__Saved entries__.

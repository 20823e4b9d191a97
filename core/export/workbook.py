"""The comparison workbook (.xlsx): scorecard, bands, link ledgers, designs, cost, curves, inputs.

Every number is written as a real number with a number format (never as text), units are named
in the headers, and every piece of user text passes the formula-injection guard of
:mod:`core.export.safe_text`. The "Area & Cost" sheet holds live formulas that reference the
"Assumptions" sheet, so a reviewer who edits a wafer cost or the design volume there sees the
unit cost recompute; the values core computed are kept beside the formulas for comparison.
"""

from __future__ import annotations

import datetime as _dt
import hashlib
import math
import os
from collections.abc import Mapping
from enum import Enum
from pathlib import Path
from typing import Any

import numpy as np
import pandas as pd
from openpyxl import Workbook
from openpyxl.chart import Reference, ScatterChart, Series
from openpyxl.formatting.rule import FormulaRule
from openpyxl.styles import Alignment, Font, PatternFill
from openpyxl.utils import get_column_letter
from openpyxl.worksheet.worksheet import Worksheet

import core
from core.export.safe_text import inert_text, xml_safe
from core.fileio import atomic_write
from core.link import EXPOSURE_CAUTION, LinkBudget
from core.schema import walk_numbers
from core.study.model import Study

__all__ = ["SHEETS", "STATUS_STYLE", "build_workbook", "write_workbook"]

#: Sheet titles in workbook order ("Link Ledger" and "Area & Cost" need their inputs).
SHEETS = (
    "Summary",
    "Bands & Targets",
    "Link Ledger",
    "Design",
    "Area & Cost",
    "Curves",
    "Assumptions",
    "Cautions",
    "About",
)

#: status → (symbol, word, fill). Our colour-blind-safe light tints (blue-green, yellow-orange,
#: vermillion, grey); the symbol always goes with the colour so that colour is never the only cue.
STATUS_STYLE: dict[str, tuple[str, str, str]] = {
    "meets": ("✓", "meets", "CFE8DF"),
    "marginal": ("~", "marginal", "F6E3B4"),
    "misses": ("✗", "misses", "F3CDB8"),
    "infeasible": ("!", "not reachable", "E0E0E0"),
}
# Okabe–Ito categorical palette for candidate series in charts.
_OKABE_ITO = ("0072B2", "E69F00", "009E73", "CC79A7", "56B4E9", "D55E00", "F0E442")
# Excel draws at most 255 series in one chart.
_MAX_SERIES = 255

_BOLD = Font(bold=True)
_HEAD_FILL = PatternFill("solid", fgColor="DDE3EA")
_WRAP = Alignment(wrap_text=True, vertical="top")
_CENTRE = Alignment(horizontal="center", vertical="center", wrap_text=True)

# Column-name suffix → (unit shown in the header, number format).
_SUFFIX_UNITS: tuple[tuple[str, str, str], ...] = (
    ("_dbm", "dBm", "0.00"),
    ("_dbi", "dBi", "0.00"),
    ("_db", "dB", "0.00"),
    ("_pct", "%", "0.0"),
    ("_ghz", "GHz", "0.000"),
    ("_hz", "Hz", "0.000E+00"),
    ("_mm2", "mm²", "0.000"),
    ("_mm", "mm", "0.000"),
    ("_um", "µm", "0.0"),
    ("_usd", "USD", "#,##0.00"),
    ("_w", "W", "0.000"),
    ("_v", "V", "0.00"),
    ("_ohm", "Ω", "0.00"),
    ("_f", "F", "0.000E+00"),
    ("_m", "m", "0.000"),
)
_METRIC_LABELS = {"gain": "Gain", "p1db": "P1dB", "pae": "PAE"}
_MARGIN_FMT = "+0.00;-0.00;0.00"


# --------------------------------------------------------------------------------- cells
def _value(v: Any) -> Any:
    """A cell value: guarded text, a plain float/int, or None for a missing number."""
    if isinstance(v, Enum):
        v = v.value
    if isinstance(v, str):
        return inert_text(xml_safe(v))
    if isinstance(v, bool | np.bool_):
        return bool(v)
    if isinstance(v, int | np.integer):
        return int(v)
    if isinstance(v, float | np.floating):
        return float(v) if math.isfinite(v) else None
    if v is None or (isinstance(v, float) and math.isnan(v)):
        return None
    return inert_text(xml_safe(str(v)))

__DIRECTIONS FOR THIS TASK__. Word for word, reproduce every line of the data.

__RESPONSE TO THE EXERCISE__.
repository 20823e4b9d191a97
filename core/export/workbook.py
"""The comparison workbook (.xlsx): scorecard, bands, link ledgers, designs, cost, curves, inputs.

Every number is written as a real number with a number format (never as text), units are named
in the headers, and every piece of user text passes the formula-injection guard of
:mod:`core.export.safe_text`. The "Area & Cost" sheet holds live formulas that reference the
"Assumptions" sheet, so a reviewer who edits a wafer cost or the design volume there sees the
unit cost recompute; the values core computed are kept beside the formulas for comparison.
"""

from __future__ import annotations

import datetime as _dt
import hashlib
import math
import os
from collections.abc import Mapping
from enum import Enum
from pathlib import Path
from typing import Any

import numpy as np
import pandas as pd
from openpyxl import Workbook
from openpyxl.chart import Reference, ScatterChart, Series
from openpyxl.formatting.rule import FormulaRule
from openpyxl.styles import Alignment, Font, PatternFill
from openpyxl.utils import get_column_letter
from openpyxl.worksheet.worksheet import Worksheet

import core
from core.export.safe_text import inert_text, xml_safe
from core.fileio import atomic_write
from core.link import EXPOSURE_CAUTION, LinkBudget
from core.schema import walk_numbers
from core.study.model import Study

__all__ = ["SHEETS", "STATUS_STYLE", "build_workbook", "write_workbook"]

#: Sheet titles in workbook order ("Link Ledger" and "Area & Cost" need their inputs).
SHEETS = (
    "Summary",
    "Bands & Targets",
    "Link Ledger",
    "Design",
    "Area & Cost",
    "Curves",
    "Assumptions",
    "Cautions",
    "About",
)

#: status → (symbol, word, fill). Our colour-blind-safe light tints (blue-green, yellow-orange,
#: vermillion, grey); the symbol always goes with the colour so that colour is never the only cue.
STATUS_STYLE: dict[str, tuple[str, str, str]] = {
    "meets": ("✓", "meets", "CFE8DF"),
    "marginal": ("~", "marginal", "F6E3B4"),
    "misses": ("✗", "misses", "F3CDB8"),
    "infeasible": ("!", "not reachable", "E0E0E0"),
}
# Okabe–Ito categorical palette for candidate series in charts.
_OKABE_ITO = ("0072B2", "E69F00", "009E73", "CC79A7", "56B4E9", "D55E00", "F0E442")
# Excel draws at most 255 series in one chart.
_MAX_SERIES = 255

_BOLD = Font(bold=True)
_HEAD_FILL = PatternFill("solid", fgColor="DDE3EA")
_WRAP = Alignment(wrap_text=True, vertical="top")
_CENTRE = Alignment(horizontal="center", vertical="center", wrap_text=True)

# Column-name suffix → (unit shown in the header, number format).
_SUFFIX_UNITS: tuple[tuple[str, str, str], ...] = (
    ("_dbm", "dBm", "0.00"),
    ("_dbi", "dBi", "0.00"),
    ("_db", "dB", "0.00"),
    ("_pct", "%", "0.0"),
    ("_ghz", "GHz", "0.000"),
    ("_hz", "Hz", "0.000E+00"),
    ("_mm2", "mm²", "0.000"),
    ("_mm", "mm", "0.000"),
    ("_um", "µm", "0.0"),
    ("_usd", "USD", "#,##0.00"),
    ("_w", "W", "0.000"),
    ("_v", "V", "0.00"),
    ("_ohm", "Ω", "0.00"),
    ("_f", "F", "0.000E+00"),
    ("_m", "m", "0.000"),
)
_METRIC_LABELS = {"gain": "Gain", "p1db": "P1dB", "pae": "PAE"}
_MARGIN_FMT = "+0.00;-0.00;0.00"


# --------------------------------------------------------------------------------- cells
def _value(v: Any) -> Any:
    """A cell value: guarded text, a plain float/int, or None for a missing number."""
    if isinstance(v, Enum):
        v = v.value
    if isinstance(v, str):
        return inert_text(xml_safe(v))
    if isinstance(v, bool | np.bool_):
        return bool(v)
    if isinstance(v, int | np.integer):
        return int(v)
    if isinstance(v, float | np.floating):
        return float(v) if math.isfinite(v) else None
    if v is None or (isinstance(v, float) and math.isnan(v)):
        return None
    return inert_text(xml_safe(str(v)))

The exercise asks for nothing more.